___ THE DATA ___

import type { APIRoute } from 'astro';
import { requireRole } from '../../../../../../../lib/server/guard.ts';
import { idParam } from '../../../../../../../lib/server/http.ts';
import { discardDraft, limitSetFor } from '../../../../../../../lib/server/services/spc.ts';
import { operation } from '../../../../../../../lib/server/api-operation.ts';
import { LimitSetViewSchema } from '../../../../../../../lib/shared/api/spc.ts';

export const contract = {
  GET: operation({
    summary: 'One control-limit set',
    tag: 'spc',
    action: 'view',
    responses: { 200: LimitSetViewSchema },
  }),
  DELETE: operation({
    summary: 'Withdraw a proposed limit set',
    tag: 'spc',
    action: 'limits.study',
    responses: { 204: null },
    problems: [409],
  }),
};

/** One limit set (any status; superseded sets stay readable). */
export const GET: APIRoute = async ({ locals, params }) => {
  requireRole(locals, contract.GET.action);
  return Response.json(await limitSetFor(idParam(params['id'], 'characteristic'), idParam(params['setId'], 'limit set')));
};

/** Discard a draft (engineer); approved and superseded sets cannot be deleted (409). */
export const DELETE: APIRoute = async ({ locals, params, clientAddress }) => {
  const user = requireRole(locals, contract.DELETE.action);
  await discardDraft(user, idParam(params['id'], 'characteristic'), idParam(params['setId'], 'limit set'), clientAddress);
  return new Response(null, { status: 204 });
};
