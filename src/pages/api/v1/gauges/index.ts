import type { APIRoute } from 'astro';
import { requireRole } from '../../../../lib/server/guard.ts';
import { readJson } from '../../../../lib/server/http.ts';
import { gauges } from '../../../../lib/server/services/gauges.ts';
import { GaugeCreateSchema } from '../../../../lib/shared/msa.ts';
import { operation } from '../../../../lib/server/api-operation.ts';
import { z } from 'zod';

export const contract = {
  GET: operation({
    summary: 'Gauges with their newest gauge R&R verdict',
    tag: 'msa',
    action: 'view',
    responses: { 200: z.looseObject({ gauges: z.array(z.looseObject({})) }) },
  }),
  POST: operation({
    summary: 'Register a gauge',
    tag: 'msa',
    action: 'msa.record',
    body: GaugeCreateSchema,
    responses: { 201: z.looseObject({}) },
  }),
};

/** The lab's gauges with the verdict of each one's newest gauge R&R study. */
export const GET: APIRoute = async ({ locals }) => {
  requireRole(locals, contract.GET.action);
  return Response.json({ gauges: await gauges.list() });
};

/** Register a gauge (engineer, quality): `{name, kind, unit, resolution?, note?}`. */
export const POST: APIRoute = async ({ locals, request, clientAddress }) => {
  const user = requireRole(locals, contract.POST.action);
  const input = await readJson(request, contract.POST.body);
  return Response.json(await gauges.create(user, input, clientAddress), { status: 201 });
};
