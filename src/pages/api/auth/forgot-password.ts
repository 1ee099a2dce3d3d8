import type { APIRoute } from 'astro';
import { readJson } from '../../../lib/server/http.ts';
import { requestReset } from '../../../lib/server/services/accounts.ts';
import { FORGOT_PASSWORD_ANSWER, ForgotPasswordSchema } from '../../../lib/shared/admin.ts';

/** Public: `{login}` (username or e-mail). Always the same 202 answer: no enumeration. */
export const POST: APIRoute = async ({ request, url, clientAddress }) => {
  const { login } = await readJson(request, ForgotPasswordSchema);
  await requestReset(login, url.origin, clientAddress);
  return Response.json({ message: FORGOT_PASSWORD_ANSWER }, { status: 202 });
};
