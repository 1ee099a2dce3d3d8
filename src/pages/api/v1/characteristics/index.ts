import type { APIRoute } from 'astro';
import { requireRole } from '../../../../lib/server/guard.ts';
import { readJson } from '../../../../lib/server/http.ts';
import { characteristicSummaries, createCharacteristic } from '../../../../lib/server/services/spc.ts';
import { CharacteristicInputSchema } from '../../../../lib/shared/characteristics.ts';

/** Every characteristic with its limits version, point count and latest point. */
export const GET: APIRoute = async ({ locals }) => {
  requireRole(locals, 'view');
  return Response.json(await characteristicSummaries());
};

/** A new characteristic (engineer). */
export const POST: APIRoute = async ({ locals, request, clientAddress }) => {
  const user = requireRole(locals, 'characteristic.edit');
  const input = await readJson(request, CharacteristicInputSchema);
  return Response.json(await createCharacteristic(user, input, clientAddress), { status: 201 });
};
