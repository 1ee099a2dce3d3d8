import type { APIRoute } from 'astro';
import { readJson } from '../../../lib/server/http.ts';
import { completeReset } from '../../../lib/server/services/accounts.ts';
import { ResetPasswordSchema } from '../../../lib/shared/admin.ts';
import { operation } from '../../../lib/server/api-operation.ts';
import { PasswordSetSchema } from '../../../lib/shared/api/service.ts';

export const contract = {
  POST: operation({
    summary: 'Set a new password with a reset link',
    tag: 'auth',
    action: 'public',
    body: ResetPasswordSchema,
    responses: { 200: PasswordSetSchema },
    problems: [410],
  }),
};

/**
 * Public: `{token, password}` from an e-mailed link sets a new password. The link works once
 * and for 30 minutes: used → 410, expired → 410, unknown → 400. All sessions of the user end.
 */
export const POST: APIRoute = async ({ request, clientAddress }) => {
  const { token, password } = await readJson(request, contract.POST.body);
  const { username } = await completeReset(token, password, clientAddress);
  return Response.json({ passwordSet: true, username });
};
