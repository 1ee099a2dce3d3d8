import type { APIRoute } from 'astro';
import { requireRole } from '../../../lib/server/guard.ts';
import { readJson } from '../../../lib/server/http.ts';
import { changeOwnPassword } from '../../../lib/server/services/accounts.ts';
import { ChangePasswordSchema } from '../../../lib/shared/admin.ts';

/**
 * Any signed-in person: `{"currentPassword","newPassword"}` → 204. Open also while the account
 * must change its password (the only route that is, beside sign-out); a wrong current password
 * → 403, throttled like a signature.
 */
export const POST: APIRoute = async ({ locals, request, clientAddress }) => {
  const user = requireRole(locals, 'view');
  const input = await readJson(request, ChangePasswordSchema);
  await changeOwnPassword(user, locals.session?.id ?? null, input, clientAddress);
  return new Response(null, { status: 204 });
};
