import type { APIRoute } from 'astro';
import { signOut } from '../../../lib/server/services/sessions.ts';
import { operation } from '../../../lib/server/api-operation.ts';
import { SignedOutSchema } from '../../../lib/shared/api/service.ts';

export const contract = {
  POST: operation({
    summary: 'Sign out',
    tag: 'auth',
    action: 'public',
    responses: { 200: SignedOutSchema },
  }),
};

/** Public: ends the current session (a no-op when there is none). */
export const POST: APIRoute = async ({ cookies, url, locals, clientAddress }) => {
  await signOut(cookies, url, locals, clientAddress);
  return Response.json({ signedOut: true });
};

___

## [TASK TO CARRY OUT]
Write the entries out again, exactly and completely.

## [RESULT]
import type { APIRoute } from 'astro';
import { requireRole } from '../../../../../../../lib/server/guard.ts';
import { idParam } from '../../../../../../../lib/server/http.ts';
import { discardDraft, limitSetFor } from '../../../../../../../lib/server/services/spc.ts';
import { operation } from '../../../../../../../lib/server/api-operation.ts';
import { LimitSetViewSchema } from '../../../../../../../lib/shared/api/spc.ts';

export const contract = {
  GET: operation({
    summary: 'One control-limit set',
    tag: 'spc',
    action: 'view',
    responses: { 200: LimitSetViewSchema },
  }),
  DELETE: operation({
    summary: 'Withdraw a proposed limit set',
    tag: 'spc',
    action: 'limits.study',
    responses: { 204: null },
    problems: [409],
  }),
};

/** One limit set (any status; superseded sets stay readable). */
export const GET: APIRoute = async ({ locals, params }) => {
  requireRole(locals, contract.GET.action);
  return Response.json(await limitSetFor(idParam(params['id'], 'characteristic'), idParam(params['setId'], 'limit set')));
};

/** Discard a draft (engineer); approved and superseded sets cannot be deleted (409). */
export const DELETE: APIRoute = async ({ locals, params, clientAddress }) => {
  const user = requireRole(locals, contract.DELETE.action);
  await discardDraft(user, idParam(params['id'], 'characteristic'), idParam(params['setId'], 'limit set'), clientAddress);
  return new Response(null, { status: 204 });
};
filename src/pages/api/v1/gauges/index.ts
import type { APIRoute } from 'astro';
import { requireRole } from '../../../../lib/server/guard.ts';
import { readJson } from '../../../../lib/server/http.ts';
import { gauges } from '../../../../lib/server/services/gauges.ts';
import { GaugeCreateSchema } from '../../../../lib/shared/msa.ts';
import { operation } from '../../../../lib/server/api-operation.ts';
import { z } from 'zod';

export const contract = {
  GET: operation({
    summary: 'Gauges with their newest gauge R&R verdict',
    tag: 'msa',
    action: 'view',
    responses: { 200: z.looseObject({ gauges: z.array(z.looseObject({})) }) },
  }),
  POST: operation({
    summary: 'Register a gauge',
    tag: 'msa',
    action: 'msa.record',
    body: GaugeCreateSchema,
    responses: { 201: z.looseObject({}) },
  }),
};

/** The lab's gauges with the verdict of each one's newest gauge R&R study. */
export const GET: APIRoute = async ({ locals }) => {
  requireRole(locals, contract.GET.action);
  return Response.json({ gauges: await gauges.list() });
};

/** Register a gauge (engineer, quality): `{name, kind, unit, resolution?, note?}`. */
export const POST: APIRoute = async ({ locals, request, clientAddress }) => {
  const user = requireRole(locals, contract.POST.action);
  const input = await readJson(request, contract.POST.body);
  return Response.json(await gauges.create(user, input, clientAddress), { status: 201 });
};
filename src/pages/api/auth/forgot-password.ts
repository 1ee099a2dce3d3d8
import type { APIRoute } from 'astro';
import { readJson } from '../../../lib/server/http.ts';
import { requestReset } from '../../../lib/server/services/accounts.ts';
import { FORGOT_PASSWORD_ANSWER, ForgotPasswordSchema } from '../../../lib/shared/admin.ts';

/** Public: `{login}` (username or e-mail). Always the same 202 answer: no enumeration. */
export const POST: APIRoute = async ({ request, url, clientAddress }) => {
  const { login } = await readJson(request, ForgotPasswordSchema);
  await requestReset(login, url.origin, clientAddress);
  return Response.json({ message: FORGOT_PASSWORD_ANSWER }, { status: 202 });
};
repository 1ee099a2dce3d3d8
filename src/pages/api/v1/characteristics/index.ts
import type { APIRoute } from 'astro';
import { requireRole } from '../../../../lib/server/guard.ts';
import { readJson } from '../../../../lib/server/http.ts';
import { characteristicSummaries, createCharacteristic } from '../../../../lib/server/services/spc.ts';
import { CharacteristicInputSchema } from '../../../../lib/shared/characteristics.ts';

/** Every characteristic with its limits version, point count and latest point. */
export const GET: APIRoute = async ({ locals }) => {
  requireRole(locals, 'view');
  return Response.json(await characteristicSummaries());
};

/** A new characteristic (engineer). */
export const POST: APIRoute = async ({ locals, request, clientAddress }) => {
  const user = requireRole(locals, 'characteristic.edit');
  const input = await readJson(request, CharacteristicInputSchema);
  return Response.json(await createCharacteristic(user, input, clientAddress), { status: 201 });
};
repository 1ee099a2dce3d3d8
import type { APIRoute } from 'astro';
import { readJson } from '../../../lib/server/http.ts';
import { completeReset } from '../../../lib/server/services/accounts.ts';
import { ResetPasswordSchema } from '../../../lib/shared/admin.ts';
import { operation } from '../../../lib/server/api-operation.ts';
import { PasswordSetSchema } from '../../../lib/shared/api/service.ts';

export const contract = {
  POST: operation({
    summary: 'Set a new password with a reset link',
    tag: 'auth',
    action: 'public',
    body: ResetPasswordSchema,
    responses: { 200: PasswordSetSchema },
    problems: [410],
  }),
};

/**
 * Public: `{token, password}` from an e-mailed link sets a new password. The link works once
 * and for 30 minutes: used → 410, expired → 410, unknown → 400. All sessions of the user end.
 */
export const POST: APIRoute = async ({ request, clientAddress }) => {
  const { token, password } = await readJson(request, contract.POST.body);
  const { username } = await completeReset(token, password, clientAddress);
  return Response.json({ passwordSet: true, username });
};
repository 1ee099a2dce3d3d8
import type { APIRoute } from 'astro';
import { requireRole } from '../../../lib/server/guard.ts';
import { readJson } from '../../../lib/server/http.ts';
import { changeOwnPassword } from '../../../lib/server/services/accounts.ts';
import { ChangePasswordSchema } from '../../../lib/shared/admin.ts';

/**
 * Any signed-in person: `{"currentPassword","newPassword"}` → 204. Open also while the account
 * must change its password (the only route that is, beside sign-out); a wrong current password
 * → 403, throttled like a signature.
 */
export const POST: APIRoute = async ({ locals, request, clientAddress }) => {
  const user = requireRole(locals, 'view');
  const input = await readJson(request, ChangePasswordSchema);
  await changeOwnPassword(user, locals.session?.id ?? null, input, clientAddress);
  return new Response(null, { status: 204 });
};
import type { APIRoute } from 'astro';
import { signOut } from '../../../lib/server/services/sessions.ts';
import { operation } from '../../../lib/server/api-operation.ts';
import { SignedOutSchema } from '../../../lib/shared/api/service.ts';

export const contract = {
  POST: operation({
    summary: 'Sign out',
    tag: 'auth',
    action: 'public',
    responses: { 200: SignedOutSchema },
  }),
};

/** Public: ends the current session (a no-op when there is none). */
export const POST: APIRoute = async ({ cookies, url, locals, clientAddress }) => {
  await signOut(cookies, url, locals, clientAddress);
  return Response.json({ signedOut: true });
};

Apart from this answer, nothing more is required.